In view of the above, it will be seen that the several objects of the invention are achieved and other advantageous results attained. As various changes could be made in the above constructions without departing from the scope of the invention, it is intended that all matter contained in the above description or shown in the accompanying drawings shall be interpreted as illustrative and not in a limiting sense.

Claims

ClaimsWHAT IS CLAIMED IS:

1. A low pressure chemical vapor deposition reactor for deposition of material on a plurality of wafers in a wafer carrier, said wafer carrier supporting the wafers in a generally upright position, each wafer being supported at a peripheral edge of the wafer, the reactor comprising: a reactor vessel having a chamber sized for receiving the wafer carrier loaded with wafers to contain the wafers for deposition of material from vapor flowing through the chamber, an elongate beam for supporting the wafer carrier at a first end of said beam in the chamber, means for displacing the elongate beam such that the wafers within the wafer carrier move relative to the wafer carrier to inhibit formation of material bridges between the wafer carrier and the wafers caused by deposition of material from vapor in the chamber.

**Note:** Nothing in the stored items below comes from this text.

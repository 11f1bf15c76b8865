package main

import (
	"context"
	"slices"
	"strings"
	"testing"
	"time"

	"google.golang.org/grpc"
	"google.golang.org/grpc/credentials/insecure"

	pb "github.com/pulsefleet/pulsefleet/proto/pulsefleet/v1"
)

// openOwned opens a stream of device id at the gateway that takes it:
// from gateway addr, following redirects, retrying while a fence is still
// held (a killed gateway's, until its lease expires).
func openOwned(t *testing.T, ctx context.Context, addr, id string, within time.Duration) (*clockDevice, string) {
	t.Helper()
	deadline, start := time.Now().Add(within), addr
	for {
		conn, err := grpc.NewClient(addr, grpc.WithTransportCredentials(insecure.NewCredentials()))
		if err != nil {
			t.Fatal(err)
		}
		t.Cleanup(func() { conn.Close() })
		st, err := pb.NewIngestServiceClient(conn).Connect(ctx)
		if err == nil {
			err = st.Send(&pb.ConnectRequest{Kind: &pb.ConnectRequest_Introduction{Introduction: &pb.Introduction{
				DeviceId: id, Model: "move-test", Mode: pb.Mode_MODE_SUMMARY}}})
		}
		var m *pb.ConnectResponse
		if err == nil {
			m, err = st.Recv()
		}
		switch {
		case err == nil && m.GetWelcome() != nil:
			return &clockDevice{t: t, st: st, wel: m.GetWelcome()}, addr
		case err == nil && m.GetRedirect() != nil:
			addr = m.GetRedirect().GetAddress()
			continue
		}
		if time.Now().After(deadline) {
			t.Fatalf("device %s not taken by any gateway within %v: %v", id, within, err)
		}
		addr = start // the redirect named a gateway that is gone
		time.Sleep(200 * time.Millisecond)
	}
}

func announcedOn(f *etcdFleet, i int, cond string) string {
	return findLine(scrapeMetrics(f.kids[i].httpAddr), `pulsefleet_alarm_announcements_total{condition="`+cond+`"`)
}

// An alarm announced by a gateway that is then killed is not announced
// again by the survivor that takes its device: the survivor adopts the
// alarm state the dead gateway published to etcd, and the episode goes on
// there (active, not announced a second time), though the device stays
// below the limit for longer than the alarm condition delay after the move.
func TestFleetOnEtcdAlarmNotAnnouncedTwiceAcrossKill9(t *testing.T) {
	if testing.Short() {
		t.Skip("process test")
	}
	f := newEtcdFleet(t, 2)
	ctx, cancel := context.WithCancel(context.Background())
	defer cancel()
	const id = "move-0001"
	d, owner := openOwned(t, ctx, f.addrs[0], id, 10*time.Second)
	first := slices.Index(f.addrs, owner)
	t0 := time.Now().Add(-90 * time.Second).Truncate(time.Second).UnixMilli()
	// 40 s at SpO2 80: spo2_low is announced after its 15 s delay
	// (adult-ward-pilot).
	for i := int64(0); i < 40; i++ {
		d.send(uint64(i+1), t0+i*1000, 80)
	}
	for d.acked < 40 {
		d.recv()
	}
	if l := announcedOn(f, first, "spo2_low"); !strings.HasSuffix(l, " 1") {
		t.Fatalf("gateway %d: %q, want spo2_low announced once before the kill", first, l)
	}
	time.Sleep(500 * time.Millisecond) // the snapshot's publication: one etcd round trip
	f.kill(first)
	other := 1 - first
	d2, _ := openOwned(t, ctx, f.addrs[other], id, 20*time.Second)
	// 40 more seconds below the limit at the survivor.
	for i := int64(40); i < 80; i++ {
		d2.send(uint64(i+1), t0+i*1000, 80)
	}
	for d2.acked < 80 {
		d2.recv()
	}
	if l := announcedOn(f, other, "spo2_low"); l != "" && !strings.HasSuffix(l, " 0") {
		t.Errorf("survivor: %q, want spo2_low not announced again (the episode moved with the device)", l)
	}
	gd, err := fleetClient(t, f.addrs[other]).GetDevice(ctx, &pb.GetDeviceRequest{DeviceId: id})
	if err != nil {
		t.Fatal(err)
	}
	if !slices.Contains(gd.GetDevice().GetActiveConditions(), "spo2_low") {
		t.Errorf("survivor: active conditions %v, want spo2_low (the episode goes on)", gd.GetDevice().GetActiveConditions())
	}
}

2. A low pressure chemical vapor deposition reactor as set forth in claim 1 further comprising a support assembly and a frame, the support assembly being mounted on said frame for supporting a second end of said beam, said support assembly operable to remove the wafer carrier and beam from said chamber for loading and unloading the wafers .

3. A low pressure chemical vapor deposition reactor as set forth in claim 2 wherein said displacing means include cooperable cam and follower elements on said support assembly and on the frame of the reactor device .

4. A low pressure chemical vapor deposition reactor as set forth in claim 3 wherein said cam is rotatably mounted on the frame, and said follower is mounted on the support assembly.

5. A low pressure chemical vapor deposition reactor as set forth in claim 4 wherein said support assembly includes a linear raceway mounted on the frame such that the raceway can be moved upward relative to the frame, said follower being mounted adjacent an end of the linear raceway of the support assembly, said cam and follower operable to displace the linear raceway upward.

6. A low pressure chemical vapor deposition reactor as set forth in claim 4 further comprising a controller and a motor, the motor operable to drive said cam and the controller operable to control the motor such that the motor rotates periodically.

7. In a method of depositing material on silicon wafers of the type wherein chemical vapor containing said material is circulated in a low pressure chamber of a reactor vessel containing a plurality of said wafers, and wherein said wafers are supported by a wafer carrier which is supported by an elongate beam, the improvement comprising: selectively displacing the wafers within the wafer carrier so that the wafers move relative to the wafer carrier during the deposition process to inhibit formation of material bridges between the wafer carrier and the wafers caused by deposition of the material.

8. In a method as set forth in claim 7, the improvement wherein the wafers are displaced within the wafer carrier by displacing the elongate beam such that the beam oscillates.